[[ INPUT FOR THIS TASK, beginning ]]
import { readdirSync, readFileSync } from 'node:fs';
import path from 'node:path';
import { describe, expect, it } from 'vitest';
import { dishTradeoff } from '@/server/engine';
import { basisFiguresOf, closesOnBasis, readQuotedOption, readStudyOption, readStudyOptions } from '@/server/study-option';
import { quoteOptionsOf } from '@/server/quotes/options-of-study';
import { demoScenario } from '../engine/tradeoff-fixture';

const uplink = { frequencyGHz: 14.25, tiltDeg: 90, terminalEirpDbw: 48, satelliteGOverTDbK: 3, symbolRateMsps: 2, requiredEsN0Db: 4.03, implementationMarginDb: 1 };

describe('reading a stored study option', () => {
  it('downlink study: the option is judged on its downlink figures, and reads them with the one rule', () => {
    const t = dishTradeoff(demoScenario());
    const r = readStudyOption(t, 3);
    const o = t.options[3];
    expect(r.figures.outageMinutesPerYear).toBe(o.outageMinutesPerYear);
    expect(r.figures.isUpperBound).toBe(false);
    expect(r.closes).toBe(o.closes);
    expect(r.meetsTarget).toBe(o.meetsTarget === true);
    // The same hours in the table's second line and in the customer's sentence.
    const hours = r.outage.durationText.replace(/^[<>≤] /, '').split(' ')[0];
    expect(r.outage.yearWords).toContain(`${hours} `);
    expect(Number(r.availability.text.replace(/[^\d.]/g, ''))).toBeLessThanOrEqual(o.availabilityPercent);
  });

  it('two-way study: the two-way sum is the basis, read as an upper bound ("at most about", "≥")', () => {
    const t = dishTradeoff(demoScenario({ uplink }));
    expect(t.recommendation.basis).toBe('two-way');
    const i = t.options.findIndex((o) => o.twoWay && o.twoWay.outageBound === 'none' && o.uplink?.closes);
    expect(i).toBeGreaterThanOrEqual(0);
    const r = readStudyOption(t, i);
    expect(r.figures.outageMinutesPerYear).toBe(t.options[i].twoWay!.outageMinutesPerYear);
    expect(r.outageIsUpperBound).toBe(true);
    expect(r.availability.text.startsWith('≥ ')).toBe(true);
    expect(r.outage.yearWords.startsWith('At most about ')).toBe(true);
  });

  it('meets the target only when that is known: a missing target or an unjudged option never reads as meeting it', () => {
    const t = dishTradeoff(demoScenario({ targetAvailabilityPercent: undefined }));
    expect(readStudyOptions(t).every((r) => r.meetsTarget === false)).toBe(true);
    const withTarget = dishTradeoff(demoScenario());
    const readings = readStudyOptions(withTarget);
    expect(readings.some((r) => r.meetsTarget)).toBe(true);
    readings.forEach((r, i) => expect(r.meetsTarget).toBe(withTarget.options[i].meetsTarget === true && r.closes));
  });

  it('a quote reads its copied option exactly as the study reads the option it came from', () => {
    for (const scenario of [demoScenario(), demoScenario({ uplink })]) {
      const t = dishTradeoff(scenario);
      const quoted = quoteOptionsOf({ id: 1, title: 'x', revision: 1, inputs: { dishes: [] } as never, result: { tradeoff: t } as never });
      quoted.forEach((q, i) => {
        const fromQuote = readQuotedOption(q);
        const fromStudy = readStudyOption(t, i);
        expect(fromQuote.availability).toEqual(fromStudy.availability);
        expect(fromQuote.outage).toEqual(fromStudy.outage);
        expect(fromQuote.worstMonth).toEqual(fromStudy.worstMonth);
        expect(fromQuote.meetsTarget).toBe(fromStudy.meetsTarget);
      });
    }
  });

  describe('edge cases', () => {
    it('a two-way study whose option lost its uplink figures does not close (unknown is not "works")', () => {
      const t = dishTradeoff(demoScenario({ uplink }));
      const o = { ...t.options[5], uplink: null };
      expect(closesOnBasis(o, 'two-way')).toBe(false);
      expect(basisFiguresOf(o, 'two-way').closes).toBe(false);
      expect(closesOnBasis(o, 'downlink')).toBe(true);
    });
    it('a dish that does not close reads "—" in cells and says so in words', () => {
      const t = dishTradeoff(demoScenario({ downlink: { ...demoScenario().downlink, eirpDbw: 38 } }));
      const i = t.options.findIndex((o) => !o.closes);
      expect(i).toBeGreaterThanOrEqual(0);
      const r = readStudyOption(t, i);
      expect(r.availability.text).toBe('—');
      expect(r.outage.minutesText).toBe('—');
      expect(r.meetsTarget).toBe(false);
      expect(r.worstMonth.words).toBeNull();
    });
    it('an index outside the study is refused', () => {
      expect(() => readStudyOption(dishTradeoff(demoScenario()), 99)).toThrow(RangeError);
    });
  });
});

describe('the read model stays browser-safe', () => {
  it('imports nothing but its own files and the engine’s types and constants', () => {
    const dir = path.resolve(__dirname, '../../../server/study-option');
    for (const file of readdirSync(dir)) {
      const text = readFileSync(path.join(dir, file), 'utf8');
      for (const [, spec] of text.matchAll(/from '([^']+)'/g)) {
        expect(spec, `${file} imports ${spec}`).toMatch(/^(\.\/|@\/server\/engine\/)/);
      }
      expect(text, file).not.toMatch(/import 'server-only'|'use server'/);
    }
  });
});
[[ INPUT FOR THIS TASK, end ]]
PROBLEM REQUIREMENTS: Report only how many lines of the listing hold the word "readdirSync".

WRITTEN SOLUTION: 2